/snaggr

python package for scraping hotel google reviews and creating a dataset that is ready for use in sentiment analysis and other NLP algorithms

Primary LanguagePythonMIT LicenseMIT

snaggr

About snaggr

Hello! Thank you for installing the snaggr package. snaggr (Snag Google Reviews) is a Python package developed by Deon Posey and is designed for Python programmers and data scientists with some experience in Selenium, as it heavily relies on classes and methods from the Selenium package. However, snaggr abstracts most of the underlying code, simplifying the process of automating and scraping Google review pages for any given hotel.

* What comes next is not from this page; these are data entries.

// The validation and the three policies for an inconsistent calibration.
// χ²_0.95(4) = 9.48772903678115 (scipy.stats.chi2.ppf(0.95, 4)).
func TestCalibrationInconsistent(t *testing.T) {
	d := readRef(t, "ref/iso28037-ex2-wls-unequal.csv")
	uy := make([]float64, len(d["u_y"]))
	for i, u := range d["u_y"] {
		uy[i] = u / 2 // χ² grows fourfold: 16.5 > 9.49
	}
	s := standardsFrom(d["x"], nil, d["y"], uy)
	rep := mustCalibrate(t, s, nil)
	near(t, "quantile", rep.Validation.Quantile, 9.48772903678115, 1e-10)
	near(t, "chi2", rep.Validation.Chi2, 4*4.13080168776, 1e-10) // four times ex2's (reference file)
	if rep.Validation.Consistent || rep.Validation.Scale != 1 || !hasCode(rep.Warnings, eiv.WarnInconsistent) {
		t.Errorf("report: %+v, warnings %v", rep.Validation, rep.Warnings)
	}
	inf := mustCalibrate(t, s, &eiv.CalibrationOptions{OnInconsistent: eiv.OnInconsistentInflate})
	scale := math.Sqrt(rep.Validation.Chi2 / 4)
	near(t, "inflated u(b)", inf.Slope.U, scale*rep.Slope.U, 1e-14)
	near(t, "inflated u(a)", inf.Intercept.U, scale*rep.Intercept.U, 1e-14)
	near(t, "inflated cov", inf.Cov, scale*scale*rep.Cov, 1e-14)
	if inf.LineDOF != 4 || !hasCode(inf.Warnings, eiv.WarnInflated) {
		t.Errorf("inflate: line ν %g, warnings %v", inf.LineDOF, inf.Warnings)
	}
	_, err := eiv.Calibrate(s, &eiv.CalibrationOptions{OnInconsistent: eiv.OnInconsistentRefuse})
	var ie *eiv.InconsistentError
	if !errors.As(err, &ie) || !errors.Is(err, eiv.ErrInconsistent) || ie.DOF != 4 {
		t.Errorf("refuse: %v", err)
	}
	// A consistent calibration is untouched by every policy.
	ok := mustCalibrate(t, standardsFrom(d["x"], nil, d["y"], d["u_y"]), &eiv.CalibrationOptions{OnInconsistent: eiv.OnInconsistentRefuse})
	if !ok.Validation.Consistent || ok.Validation.Scale != 1 {
		t.Errorf("consistent: %+v", ok.Validation)
	}
}

func hasCode(ws []error, code string) bool {
	for _, w := range ws {
		var x *eiv.Warning
		if errors.As(w, &x) && x.Code == code {
			return true
		}
	}
	return false
}

// Bad input gives typed errors naming the standard, unknown, component or
// matrix entry.
func TestCalibrationErrors(t *testing.T) {
	good := func() []eiv.Standard {
		return []eiv.Standard{{X: 1, Y: []float64{3}, UY: 0.2}, {X: 2, Y: []float64{5.1}, UY: 0.2},
			{X: 3, Y: []float64{6.9}, UY: 0.2}, {X: 4, Y: []float64{9.05}, UY: 0.2}}
	}
	with := func(f func(s []eiv.Standard)) []eiv.Standard { s := good(); f(s); return s }
	eye := func(m int) [][]float64 {
		v := make([][]float64, m)
		for i := range v {
			v[i] = make([]float64, m)
			v[i][i] = 0.01
		}
		return v
	}
	cases := []struct {
		name      string
		stds      []eiv.Standard
		opt       *eiv.CalibrationOptions
		is        error
		part      string
		index     int
		col       int
		field     string
		isOptions bool
	}{
		{name: "two standards", stds: good()[:2], is: eiv.ErrTooFewPoints},
		{name: "no readings", stds: with(func(s []eiv.Standard) { s[1].Y = nil }), is: eiv.ErrNoReadings, part: "standards", index: 1, col: -1, field: "y"},
		{name: "NaN reading", stds: with(func(s []eiv.Standard) { s[2].Y = []float64{1, math.NaN()} }), is: eiv.ErrNonFinite, part: "standards", index: 2, col: -1, field: "y"},
		{name: "infinite x", stds: with(func(s []eiv.Standard) { s[3].X = math.Inf(1) }), is: eiv.ErrNonFinite, part: "standards", index: 3, col: -1, field: "x"},
		{name: "negative uy", stds: with(func(s []eiv.Standard) { s[0].UY = -1 }), is: eiv.ErrInvalidUncertainty, part: "standards", index: 0, col: -1, field: "uy"},
		{name: "negative ux", stds: with(func(s []eiv.Standard) { s[2].UX = -0.1 }), is: eiv.ErrInvalidUncertainty, part: "standards", index: 2, col: -1, field: "ux"},
		{name: "r = 1", stds: with(func(s []eiv.Standard) { s[1].R = 1 }), is: eiv.ErrInvalidCorrelation, part: "standards", index: 1, col: -1, field: "r"},
		{name: "no uy, no replicates", stds: with(func(s []eiv.Standard) { s[2].UY = 0 }), is: eiv.ErrNoUncertainty, part: "standards", index: 2, col: -1, field: "uy"},
		{name: "constant x", stds: with(func(s []eiv.Standard) {
			for i := range s {
				s[i].X = 1
			}
		}), is: eiv.ErrConstantX},
		{name: "zero slope", stds: with(func(s []eiv.Standard) {
			for i := range s {
				s[i].Y = []float64{5 + 0.1*float64(i%2)}
			}
		}), is: eiv.ErrZeroSlope},
		{name: "covariance size", stds: good(), opt: &eiv.CalibrationOptions{XCovariance: eye(3)}, is: eiv.ErrMatrixSize, part: "x_covariance", index: -1, col: -1},
		{name: "covariance row size", stds: good(), opt: &eiv.CalibrationOptions{XCovariance: func() [][]float64 { v := eye(4); v[2] = v[2][:3]; return v }()},
			is: eiv.ErrMatrixSize, part: "x_covariance", index: 2, col: -1},
		{name: "covariance asymmetric", stds: good(), opt: &eiv.CalibrationOptions{XCovariance: func() [][]float64 { v := eye(4); v[3][1] = 0.001; return v }()},
			is: eiv.ErrNotSymmetric, part: "x_covariance", index: 3, col: 1},
		{name: "covariance not PSD", stds: good(), opt: &eiv.CalibrationOptions{XCovariance: func() [][]float64 {
			v := eye(4)
			v[1][2], v[2][1] = 0.02, 0.02 // correlation 2
			return v
		}()}, is: eiv.ErrNotPSD, part: "x_covariance", index: 2, col: 2},
		{name: "covariance zero variance, nonzero covariance", stds: good(), opt: &eiv.CalibrationOptions{XCovariance: func() [][]float64 {
			v := eye(4)
			v[0][0] = 0
			v[0][3], v[3][0] = 0.001, 0.001
			return v
		}()}, is: eiv.ErrNotPSD, part: "x_covariance", index: 3, col: 0},
		{name: "covariance and ux", stds: with(func(s []eiv.Standard) { s[1].UX = 0.1 }), opt: &eiv.CalibrationOptions{XCovariance: eye(4)},
			is: eiv.ErrInvalidOption, part: "standards", index: 1, col: -1, field: "ux"},
		{name: "covariance and shared", stds: good(), opt: &eiv.CalibrationOptions{XCovariance: eye(4),
			Shared: []eiv.SharedComponent{{RelativeU: 0.01, Members: []int{0, 1}}}}, isOptions: true},
		{name: "shared member out of range", stds: good(), opt: &eiv.CalibrationOptions{
			Shared: []eiv.SharedComponent{{RelativeU: 0.01, Members: []int{0, 4}}}}, is: eiv.ErrBadMember, part: "shared_components", index: 0, col: 1, field: "members"},
		{name: "shared member twice", stds: good(), opt: &eiv.CalibrationOptions{
			Shared: []eiv.SharedComponent{{RelativeU: 0.01, Members: []int{0, 1}}, {RelativeU: 0.01, Members: []int{2, 3, 2}}}},
			is: eiv.ErrBadMember, part: "shared_components", index: 1, col: 2, field: "members"},
		{name: "shared negative", stds: good(), opt: &eiv.CalibrationOptions{
			Shared: []eiv.SharedComponent{{RelativeU: -0.01, Members: []int{0, 1}}}}, is: eiv.ErrInvalidUncertainty, part: "shared_components", index: 0, col: -1, field: "relative_u"},
		{name: "wls forced with ux", stds: with(func(s []eiv.Standard) { s[1].UX = 0.1 }), opt: &eiv.CalibrationOptions{Model: eiv.ModelWLS}, isOptions: true},
		{name: "unknown model", stds: good(), opt: &eiv.CalibrationOptions{Model: "ols"}, isOptions: true},
		{name: "unknown policy", stds: good(), opt: &eiv.CalibrationOptions{OnInconsistent: "ignore"}, isOptions: true},
	}
	for _, tc := range cases {
		t.Run(tc.name, func(t *testing.T) {
			_, err := eiv.Calibrate(tc.stds, tc.opt)
			if err == nil {
				t.Fatal("no error")
			}
			if tc.isOptions {
				var oe *eiv.OptionError
				if !errors.As(err, &oe) {
					t.Errorf("%v: want an *OptionError", err)
				}
				return
			}
			if !errors.Is(err, tc.is) {
				t.Errorf("%v: want %v", err, tc.is)
			}
			if tc.part == "" {
				return
			}
			var ie *eiv.InputError
			if !errors.As(err, &ie) {
				t.Fatalf("%v: want an *InputError", err)
			}
			if ie.Part != tc.part || ie.Index != tc.index || ie.Col != tc.col || ie.Field != tc.field {
				t.Errorf("%v: at %s[%d][%d].%s, want %s[%d][%d].%s", err, ie.Part, ie.Index, ie.Col, ie.Field, tc.part, tc.index, tc.col, tc.field)
			}
		})
	}
	c := mustCalibrate(t, good(), nil)
	unk := []struct {
		name  string
		u     []eiv.Unknown
		opt   *eiv.InverseOptions
		is    error
		index int
		field string
	}{
		{"no readings", []eiv.Unknown{{Y: []float64{5}, UY: 0.1}, {}}, nil, eiv.ErrNoReadings, 1, "y"},
		{"one reading, no uy", []eiv.Unknown{{Y: []float64{5}}}, nil, eiv.ErrNoUncertainty, 0, "uy"},
		{"negative uy", []eiv.Unknown{{Y: []float64{5}, UY: -1}}, nil, eiv.ErrInvalidUncertainty, 0, "uy"},
		{"k and p", []eiv.Unknown{{Y: []float64{5}, UY: 0.1}}, &eiv.InverseOptions{CoverageFactor: 2, CoverageProbability: 0.95}, eiv.ErrInvalidOption, -1, ""},
		{"p = 1", []eiv.Unknown{{Y: []float64{5}, UY: 0.1}}, &eiv.InverseOptions{CoverageProbability: 1}, eiv.ErrInvalidOption, -1, ""},
	}
	for _, tc := range unk {
		t.Run("unknown "+tc.name, func(t *testing.T) {
			_, err := c.Inverse(tc.u, tc.opt)
			if !errors.Is(err, tc.is) {
				t.Fatalf("%v: want %v", err, tc.is)
			}
			var ie *eiv.InputError
			if tc.index >= 0 && (!errors.As(err, &ie) || ie.Part != "unknowns" || ie.Index != tc.index || ie.Field != tc.field) {
				t.Errorf("%v: want unknowns[%d].%s", err, tc.index, tc.field)
			}
		})
	}
}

Currently, this version of snaggr is specifically tailored to scrape Google review pages for hotels. While Google provides reviews for various types of businesses, each category has a different HTML layout and page structure. Expanding snaggr to handle other business types, such as restaurants, is planned for future versions. For now, this package enables you to easily gather data for natural language processing, sentiment analysis, or any other analysis you wish to perform with the acquired data, without the concern of being IP banned.

Installation

pip install snaggr

Usage

This version of snaggr includes two useful functions for scraping google reviews:

  • collect_hotel_google_reviews(google_review_url, options, service, max_scroll_time=360, dataset=None)
  • collect_multiple_hotels_google_reviews(urls, options, service, max_scroll_time=360, dataset=None)

collect_hotel_google_reviews

This function takes the following parameters:

  • google_review_url: The URL of the Google review page.
  • options: An Options object imported from selenium.webdriver.chrome.options.
  • service: The location of your web driver's binary executable.
  • max_scroll_time: An optional argument (default value is 360 seconds) that determines how long snaggr should scroll down the webpage.
  • dataset: An optional argument (default is None). If provided, it should be a CSV file or a path to a CSV file with the columns: 'reviews', 'ratings', 'grade', and 'sentiment'. If not provided, snaggr will create a new file called snaggr_file.csv and append the scraped data to it.

collect_multiple_hotels_google_reviews

This function takes a list of hotel Google review URLs and runs collect_hotel_google_reviews simultaneously on each webpage using the threading module from the Python standard library.

Example

import snaggr
from snaggr import *

options = snaggr.Options()
options.binary_location = 'C:/PATH/TO/chromedriver-win64/chrome-win64/chrome.exe'
options.add_argument('--no-sandbox')  # Disable sandbox mode

service = snaggr.Service(r"C:\PATH\TO\chromedriver-win64\chromedriver.exe")

GILA_RIVER_RESORT_REVIEWS_URL = 'https://www.google.com/travel/search?q=casino%20hotel&ts=CAEaNwoXEhU6E01hcmljb3BhIENvdW50eSwgQVoSHBIUCgcI6A8QBhgMEgcI6A8QBhgNGAEyBAgAEAAqBwoFOgNVU0Q&ictx=3&qs=CAAgACgAMidDaGtJMjRIXzRaeWRnb2pwQVJvTUwyY3ZNV2hqTm5Sb01ITmtFQUU4DUgA&ap=KigKEglp-Lc_bbQ1QBG8MyQ4gwNdwBISCXQhEinzFUZAEbwzJDj7UFvAMAC6AQdyZXZpZXdz'

collect_hotel_google_reviews(GILA_RIVER_RESORT_REVIEWS_URL, options, service)

The code above will:

  • Open your specified Chrome driver web browser.
  • Navigate to the webpage associated with the URL value stored in GILA_RIVER_RESORT_REVIEWS_URL.
  • Scroll down that page for the default value of 360 seconds.
  • Snag all the reviews and their associated ratings.
  • Export the data into a CSV file with appropriate sentiment labels and 'grades' which the sentiment label was last derived from.

-This version removes the reviews that were translated by Google, as they can be mistranslated and have a negative impact on NLP models. In future versions, this will be optional.